A saber, dado el triangulo ABC ...y dado que ABC es rectángulo e isósceles por una cuestión Pitagórica puedes pensar que si A es el vertice del pueblo uno C es el vértice del pueblo dos y donde B es el tercer pueblo de ese triángulo con angulo recto que he situado en el mapa. B podría ser perfectamente Lepe ...lo demás, inculos la ® de Fairy es para dar sensación de credibilidad.

Josep Vilaplana dijo...

Desde el rinconcito de lo que ignoro, pienso que realidad y ficción es algo parecido al día del padre: un consenso para controlar la angustia de no saber que cosa es un día y que cosa es un padre.

Como nombre de pueblo te propongo el siguiente: Guarda-Si-Venes (ganas de ir, la verdad, no dan…) y dejo a tu infinita curiosidad el investigar si tal lugar existe o no.

En realidad sólo quería enviarte un beso, pero prefiero enviarte cien y esperarte en la posada.

Josep Vilaplana dijo...

Desde el rinconcito de lo que ignoro, pienso que realidad y ficción es algo parecido al día del padre: un consenso para controlar la angustia de no saber que cosa es un día y que cosa es un padre.

Como nombre de pueblo te propongo el siguiente: Guarda-Si-Venes (ganas de ir, la verdad, no dan…) y dejo a tu infinita curiosidad el investigar si tal lugar existe o no.

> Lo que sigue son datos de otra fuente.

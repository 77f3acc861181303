import { Notice } from './Notice';

export interface NoPermissionProps {
  /** What one may not do here and who may. */
  message: string;
}

/** In place of a screen or a form that the person's role does not open. */
export function NoPermission({ message }: NoPermissionProps) {
  return (
    <Notice tone="ochre" title="Not open to your role">
      {message}
    </Notice>
  );
}
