/**
 * Defects of real logs, put into a sound recording one at a time: what an intake must find. Each function leaves its
 * input as it is and returns a recording that may break the engine's own rules (times that go back, NaN).
 */
import type { RandomSource } from '../random';
import type { GnssColumns, ImuColumns } from '../types';

type Triple = readonly [Float64Array, Float64Array, Float64Array];
type Axis = 0 | 1 | 2;
/** Seconds, [from, to). */
export type Interval = readonly [number, number];

const mapTriple = (columns: Triple, change: (column: Float64Array, axis: Axis) => Float64Array): Triple => [
  change(columns[0], 0),
  change(columns[1], 1),
  change(columns[2], 2),
];
const pick = (column: Float64Array, rows: readonly number[]) => Float64Array.from(rows, (i) => column[i]!);

/** The IMU rows named, in that order. */
export function pickImu(imu: ImuColumns, rows: readonly number[]): ImuColumns {
  return {
    ...imu,
    timeS: pick(imu.timeS, rows),
    gyro: mapTriple(imu.gyro, (column) => pick(column, rows)),
    accel: mapTriple(imu.accel, (column) => pick(column, rows)),
  };
}

/** The GNSS rows named, in that order. */
export function pickGnss(gnss: GnssColumns, rows: readonly number[]): GnssColumns {
  const each = (columns: Triple) => mapTriple(columns, (column) => pick(column, rows));
  return {
    timeS: pick(gnss.timeS, rows),
    latRad: pick(gnss.latRad, rows),
    lonRad: pick(gnss.lonRad, rows),
    heightM: pick(gnss.heightM, rows),
    velocityNed: each(gnss.velocityNed),
    positionSigma: each(gnss.positionSigma),
    velocitySigma: each(gnss.velocitySigma),
  };
}

const inside = (t: number, [from, to]: Interval) => t >= from && t < to;
const rowsWhere = (timeS: Float64Array, keep: (t: number, i: number) => boolean): number[] =>
  Array.from(timeS, (t, i) => (keep(t, i) ? i : -1)).filter((i) => i >= 0);

/** Drops the samples of an interval. */
export const imuGap = (imu: ImuColumns, interval: Interval) =>
  pickImu(
    imu,
    rowsWhere(imu.timeS, (t) => !inside(t, interval)),
  );

/** Drops the fixes of an interval. */
export const gnssGap = (gnss: GnssColumns, interval: Interval) =>
  pickGnss(
    gnss,
    rowsWhere(gnss.timeS, (t) => !inside(t, interval)),
  );

/** Writes each sample of an interval twice. */
export const imuDuplicates = (imu: ImuColumns, interval: Interval) =>
  pickImu(imu, Array.from(imu.timeS, (t, i) => (inside(t, interval) ? [i, i] : [i])).flat());

/** Swaps neighbouring samples pairwise over an interval: times go back and forth. */
export function imuReorder(imu: ImuColumns, interval: Interval): ImuColumns {
  const rows = Array.from(imu.timeS, (_, i) => i);
  for (let i = 0; i + 1 < rows.length; i += 1) {
    if (!inside(imu.timeS[i]!, interval) || !inside(imu.timeS[i + 1]!, interval)) continue;
    [rows[i], rows[i + 1]] = [i + 1, i];
    i += 1;
  }
  return pickImu(imu, rows);
}

/** A change of the values of one group over an interval; `axis` left out: all three. */
function changeImu(
  imu: ImuColumns,
  group: 'gyro' | 'accel',
  axis: Axis | undefined,
  interval: Interval,
  change: (value: number, t: number, i: number, column: Float64Array) => number,
): ImuColumns {
  const columns = mapTriple(imu[group], (column, k) =>
    axis !== undefined && axis !== k
      ? column
      : column.map((value, i) =>
          inside(imu.timeS[i]!, interval) ? change(value, imu.timeS[i]!, i, column) : value,
        ),
  );
  return { ...imu, [group]: columns };
}

export const ALWAYS: Interval = [-Infinity, Infinity];

/** Puts NaN in place of values. */
export const imuNaN = (imu: ImuColumns, group: 'gyro' | 'accel', axis: Axis, interval: Interval) =>
  changeImu(imu, group, axis, interval, () => Number.NaN);

/** Holds the value that the channel had when the interval began. */
export function imuStuck(
  imu: ImuColumns,
  group: 'gyro' | 'accel',
  axis: Axis,
  interval: Interval,
): ImuColumns {
  const first = imu.timeS.findIndex((t) => inside(t, interval));
  return changeImu(imu, group, axis, interval, (_value, _t, _i, column) => column[first]!);
}

/** Cuts values off at ±limit (rad/s or m/s²). */
export const imuClip = (
  imu: ImuColumns,
  group: 'gyro' | 'accel',
  limit: number,
  interval: Interval = ALWAYS,
) => changeImu(imu, group, undefined, interval, (value) => Math.min(Math.max(value, -limit), limit));

/** Adds a blow to one accelerometer axis: a half sine of `peak` m/s² over the interval. */
export const imuShock = (imu: ImuColumns, axis: Axis, peak: number, interval: Interval) =>
  changeImu(
    imu,
    'accel',
    axis,
    interval,
    (value, t) => value + peak * Math.sin((Math.PI * (t - interval[0])) / (interval[1] - interval[0])),
  );

/** Multiplies a group by a factor: wrong units (57.3, 1/9.80665 …) or, with −1, the wrong sign. */
export const imuScale = (imu: ImuColumns, group: 'gyro' | 'accel', factor: number, axis?: Axis) =>
  changeImu(imu, group, axis, ALWAYS, (value) => factor * value);

/** Exchanges two axes of both groups: a sensor mounted otherwise than stated. */
export function imuSwapAxes(imu: ImuColumns, a: Axis, b: Axis): ImuColumns {
  const swap = (columns: Triple) => {
    const list = [...columns];
    [list[a], list[b]] = [list[b]!, list[a]!];
    return list as unknown as Triple;
  };
  return { ...imu, gyro: swap(imu.gyro), accel: swap(imu.accel) };
}

/** Shifts the IMU's time stamps by seeded jitter of σ seconds, kept in order. */
export function imuJitter(imu: ImuColumns, sigmaS: number, random: RandomSource): ImuColumns {
  let last = -Infinity;
  const timeS = imu.timeS.map((t) => (last = Math.max(t + sigmaS * random.normal(), last + 1e-6)));
  return { ...imu, timeS };
}

/** Stamps the fixes `offsetS` later than they were taken: two clocks that disagree. */
export const gnssClockOffset = (gnss: GnssColumns, offsetS: number): GnssColumns => ({
  ...gnss,
  timeS: gnss.timeS.map((t) => t + offsetS),
});

/** Reports velocity `lagS` late (interpolated), position on time. */
export function gnssVelocityLag(gnss: GnssColumns, lagS: number): GnssColumns {
  const velocityNed = mapTriple(gnss.velocityNed, (column) =>
    gnss.timeS.map((t) => interpolate(gnss.timeS, column, t - lagS)),
  );
  return { ...gnss, velocityNed };
}

/** Moves the positions of an interval by metres north and east. */
export function gnssJump(gnss: GnssColumns, interval: Interval, northM: number, eastM: number): GnssColumns {
  const hit = (i: number) => inside(gnss.timeS[i]!, interval);
  const latRad = gnss.latRad.map((lat, i) => (hit(i) ? lat + northM / 6.371e6 : lat));
  const lonRad = gnss.lonRad.map((lon, i) =>
    hit(i) ? lon + eastM / (6.371e6 * Math.cos(gnss.latRad[i]!)) : lon,
  );
  return { ...gnss, latRad, lonRad };
}

/** Repeats the first fix of an interval throughout it, as a receiver does that has lost its sky. */
export function gnssFrozen(gnss: GnssColumns, interval: Interval): GnssColumns {
  const first = gnss.timeS.findIndex((t) => inside(t, interval));
  const rows = Array.from(gnss.timeS, (t, i) => (inside(t, interval) ? first : i));
  return { ...pickGnss(gnss, rows), timeS: gnss.timeS };
}

function interpolate(x: Float64Array, y: Float64Array, at: number): number {
  if (at <= x[0]!) return y[0]!;
  let low = 0;
  let high = x.length - 1;
  if (at >= x[high]!) return y[high]!;
  while (high - low > 1) {
    const middle = (low + high) >> 1;
    if (x[middle]! <= at) low = middle;
    else high = middle;
  }
  return y[low]! + ((at - x[low]!) / (x[high]! - x[low]!)) * (y[high]! - y[low]!);
}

En realidad sólo quería enviarte un beso, pero prefiero enviarte cien y esperarte en la posada.

Josep Vilaplana dijo...

Disculpas, pero sin saber como me dupliqué....

Un beso bis...o tris.

Coaching K bron dijo...

Cuentacuentos + Ortodoxia = Panoplia

Me juego lo que quieras a que jamás ven la luz tus ficciones

Sólo vale una cosa, el instinto. Y sabes que lo tienes civilizado y con grande intermitencia.
Te da miedo ser salvaje.
Tienes una hija de puta dentro tímida, justificada y no alineada.
Te mueres de ganas de morder aunque pases la mayor parte del tiempo pastando en rebaño.
No esperes a los 70
Acelérate por dentro ya o sigue tirando la cadena

NáN dijo...

¿Percibo un cachondeíllo a mis propuestas de humanista no anumérico?

¡Qué placer!

Me voy a ganar otro enemigo. Solo vale una cosa: saber escribir. El instinto sirve para salir sin sangre de los navajeos y tiroteos (me avala la experiencia). O de no haberse hipotecado en vano (pronunciar en vano el nombre de dios me la suda). O de mantener el tipo. O de caer como el pobre tipo que todos somos.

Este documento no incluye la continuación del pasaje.